Chandler city officials onstage Wednesday recognized 19 fourth-grade students as winners of the 2025 environmental art contest, selected from more than 500 entries across 32 schools.
Mayor Kevin Hartke congratulated the students and told the audience the artworks ‘‘promot[ing] recycling, water conservation, and stormwater pollution prevention will be showcased to inspire conservation efforts through the Chandler community.’’
The contest, organized by the city’s recycling, environmental resources, water conservation and stormwater divisions, was described by staff as a long-running outreach effort that began two decades ago. Tracy Conaway, recycling programs analyst for the City of Chandler, said the divisions deliver entry packets to all fourth-grade students in Chandler in late January, collect submissions before spring break, and then staff vote to pick winners in three categories plus a calendar cover. "We use the criteria of the 4 c's of creativity, content, what the message, gives out, the colorfulness, and is does it have a Chandler focus?" Conaway said.
Conaway also described the city's recycling program: it began in 1995, serves about 80,000 residents and offers curbside recycling plus a solid-waste collection center that accepts cardboard, electronics, scrap metal, tires and some household hazardous waste. She said the winning recycling artworks will appear on the side of the city's collection trucks.
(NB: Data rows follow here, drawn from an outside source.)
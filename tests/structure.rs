//! The structure function on winds of known structure, and where there is next to nothing to know.
#![allow(clippy::unwrap_used, clippy::panic, reason = "tests may panic")]

mod common;

use common::network;
use common::turbulence::{Class, Layout, Simulation};
use gyremesh::align::{Covariance, WindBlock};
use gyremesh::check::Flag;
use gyremesh::station::Network;
use gyremesh::structure::{
    BlockSums, Exponent, NetworkGeometry, StructureFunction, StructureSettings, StructureWindow,
    typical_spacing,
};
use gyremesh::time::Time;
use gyremesh::units::Wind;
use rand::SeedableRng;
use rand_chacha::ChaCha8Rng;
use rand_distr::{Distribution, StandardNormal};

fn last(network: &Network, interval: f64, winds: &WindBlock) -> StructureFunction {
    let spacing = typical_spacing(network).unwrap_or(1.0);
    let settings = StructureSettings::default();
    let geometry = NetworkGeometry::new(network, spacing, &[]);
    let sums = BlockSums::of(&geometry, &settings, interval, None, winds);
    let mut window = StructureWindow::new(&geometry, settings);
    let models = window.advance(&geometry, &sums, &winds.times);
    assert_eq!(models.len(), winds.times.len());
    assert!(models.iter().all(sound), "{models:?}");
    *window.current()
}

fn sound(m: &StructureFunction) -> bool {
    let bound = (1.0 + m.exponent.value()) * (1.0 + 1e-9);
    let ratio = m.transverse / m.longitudinal;
    m.longitudinal > 0.0
        && m.longitudinal.is_finite()
        && (1.0 / bound..=bound).contains(&ratio)
        && m.site_variance >= 0.0
        && m.exponent <= Exponent::LARGEST_FITTED
        && m.temporal.amplitude > 0.0
        && m.temporal.amplitude.is_finite()
        && (0.0..=1.0).contains(&m.prior_share)
}

fn simulated(class: Class, seed: u64) -> StructureFunction {
    let simulation = Simulation::new(class, seed);
    let (winds, _) = simulation.noisy(24, seed + 1);
    last(&simulation.network, 3600.0, &winds)
}

/// k^(−5/3) has p = 2/3; winds without divergence have `c_T` = (1 + p) `c_L`, winds without vorticity the opposite.
#[test]
fn exponent_and_ratio_of_turbulence() {
    for (divergent, ratio) in [(0.0, 5.0 / 3.0), (1.0, 0.6)] {
        for (slope, low, high) in [(5.0 / 3.0, 0.5, 0.9), (2.0, 0.8, 1.3), (3.0, 1.5, 2.0)] {
            let class = Class {
                slope,
                divergent,
                ..Class::default()
            };
            let found = simulated(class, 11);
            let p = found.exponent.value();
            assert!((low..high).contains(&p), "{slope} {p}");
            if slope < 1.9 {
                let r = found.transverse / found.longitudinal;
                assert!((r / ratio - 1.0).abs() < 0.2, "{divergent} {r}");
            }
        }
    }
}

/// Errors that no one stated, each station's own, 4 m²/s²: the site variance, as far as it cannot be told from a wind that
/// is very rough at small distances (which comes to much the same for an area mean).
#[test]
fn what_stations_add_by_themselves_is_found() {
    let class = Class {
        layout: Layout::Clustered,
        noise: 2.0,
        rms: 2.0,
        ..Class::default()
    };
    let simulation = Simulation::new(class, 21);
    let (mut winds, _) = simulation.noisy(24, 22);
    let stated = last(&simulation.network, 3600.0, &winds);
    assert!(stated.site_variance < 0.2, "{stated:?}");
    winds.var_u.fill(0.0);
    winds.var_v.fill(0.0);
    let found = last(&simulation.network, 3600.0, &winds);
    assert!((2.0..5.0).contains(&found.site_variance), "{found:?}");
}

/// A random walk at each station: its mean squared difference grows in proportion to time, q = 1.
#[test]
fn changes_with_time() {
    let simulation = Simulation::new(Class::default(), 31);
    let network = &simulation.network;
    let mut random = ChaCha8Rng::seed_from_u64(32);
    let times: Vec<Time> = (0..250)
        .map(|k| Time::from_micros(k * 600_000_000))
        .collect();
    let mut winds = WindBlock::empty(times, network.len());
    for s in 0..network.len() {
        let mut wind = Wind { u: 5.0, v: 1.0 };
        for t in 0..winds.times.len() {
            let step = |random: &mut ChaCha8Rng| -> f64 {
                let step: f64 = StandardNormal.sample(random);
                0.5 * step
            };
            wind.u += step(&mut random);
            wind.v += step(&mut random);
            common::set(&mut winds, s, t, wind, Covariance::default(), Flag::Pass);
        }
    }
    let found = last(network, 600.0, &winds).temporal;
    assert!((found.exponent.value() - 1.0).abs() < 0.07, "{found:?}");
    assert!((found.at(600.0) / 0.25 - 1.0).abs() < 0.1, "{found:?}");
    assert!(found.at(0.0).abs() < 1e-30);
}

fn one_time(network: &Network, winds: &[(f64, f64)]) -> WindBlock {
    let mut block = WindBlock::empty(vec![Time::from_micros(0)], network.len());
    for (s, &(u, v)) in winds.iter().enumerate() {
        common::set(
            &mut block,
            s,
            0,
            Wind { u, v },
            Covariance::default(),
            Flag::Pass,
        );
    }
    block
}

#[test]
fn three_stations_and_one_time_are_mostly_prior() {
    let network = network(&[(46.0, 7.0), (46.0, 7.4), (46.3, 7.2)]);
    let found = last(
        &network,
        600.0,
        &one_time(&network, &[(3.0, 1.0), (4.0, 2.0), (2.0, 2.5)]),
    );
    assert!(found.prior_share > 0.79 && found.exponent_prior_share > 0.79);
    assert!((found.exponent.value() - 2.0 / 3.0).abs() < 0.2);
    let spacing = typical_spacing(&network).unwrap();
    let prior = StructureSettings::default().prior(spacing);
    let change = found.longitudinal / prior.longitudinal;
    assert!((0.3..3.0).contains(&change), "{change}");
    assert_eq!(last(&network, 600.0, &one_time(&network, &[])), prior);
}

/// No number of stations, places or winds makes it fail.
#[test]
fn odd_networks_and_winds() {
    let places = [
        (46.0, 7.0),
        (46.0, 7.0),
        (46.1, 7.0),
        (46.2, 7.0),
        (-89.9, 0.0),
        (46.0, 179.99),
    ];
    for n in 1..=places.len() {
        let network = network(&places[..n]);
        for wind in [(0.0, 0.0), (1e-300, 0.0), (1e9, -1e9), (3.0, 4.0)] {
            let winds = vec![wind; n];
            last(&network, 600.0, &one_time(&network, &winds));
            let mut winds = winds;
            winds[0] = (-wind.0, 1.0);
            last(&network, 600.0, &one_time(&network, &winds));
        }
    }
    assert_eq!(typical_spacing(&network(&[(46.0, 7.0)])), None);
}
Rick Torianan, environmental services program coordinator, framed the stormwater category as public-education tied to regulation: "Our division manages a stormwater permit issued by the Arizona Department of Environmental Quality to comply with the Clean Water Act," he said, adding that stormwater can carry trash, chemicals and dirt into parks and waterways because that runoff is not treated.
Tiffany Stoyak, the city's water conservation program manager, told attendees that Arizona's hotter, drier trend makes conservation important and that Chandler has invested in a resilient water portfolio. "It's very important to be mindful about what we can do with water conservation, how we use our water today," she said, and invited questions after the ceremony and on the city's website, chandleraz.gov/water.
Organizers said the 19 winning pieces will be featured in the 2026 Kids for Conservation calendar; multiple copies will be mailed to winners and thousands more printed for distribution at the recycling center, city hall, libraries and the nature center. Tracy Conaway named the calendar cover winner as Audrey (teacher Mrs. Eichner) from BASIS Chandler Pioneer.
The ceremony closed with a group photo and a reception with sweet treats and gift bags for students and families. No formal council action or vote was part of the event; it was an awards presentation and public outreach program.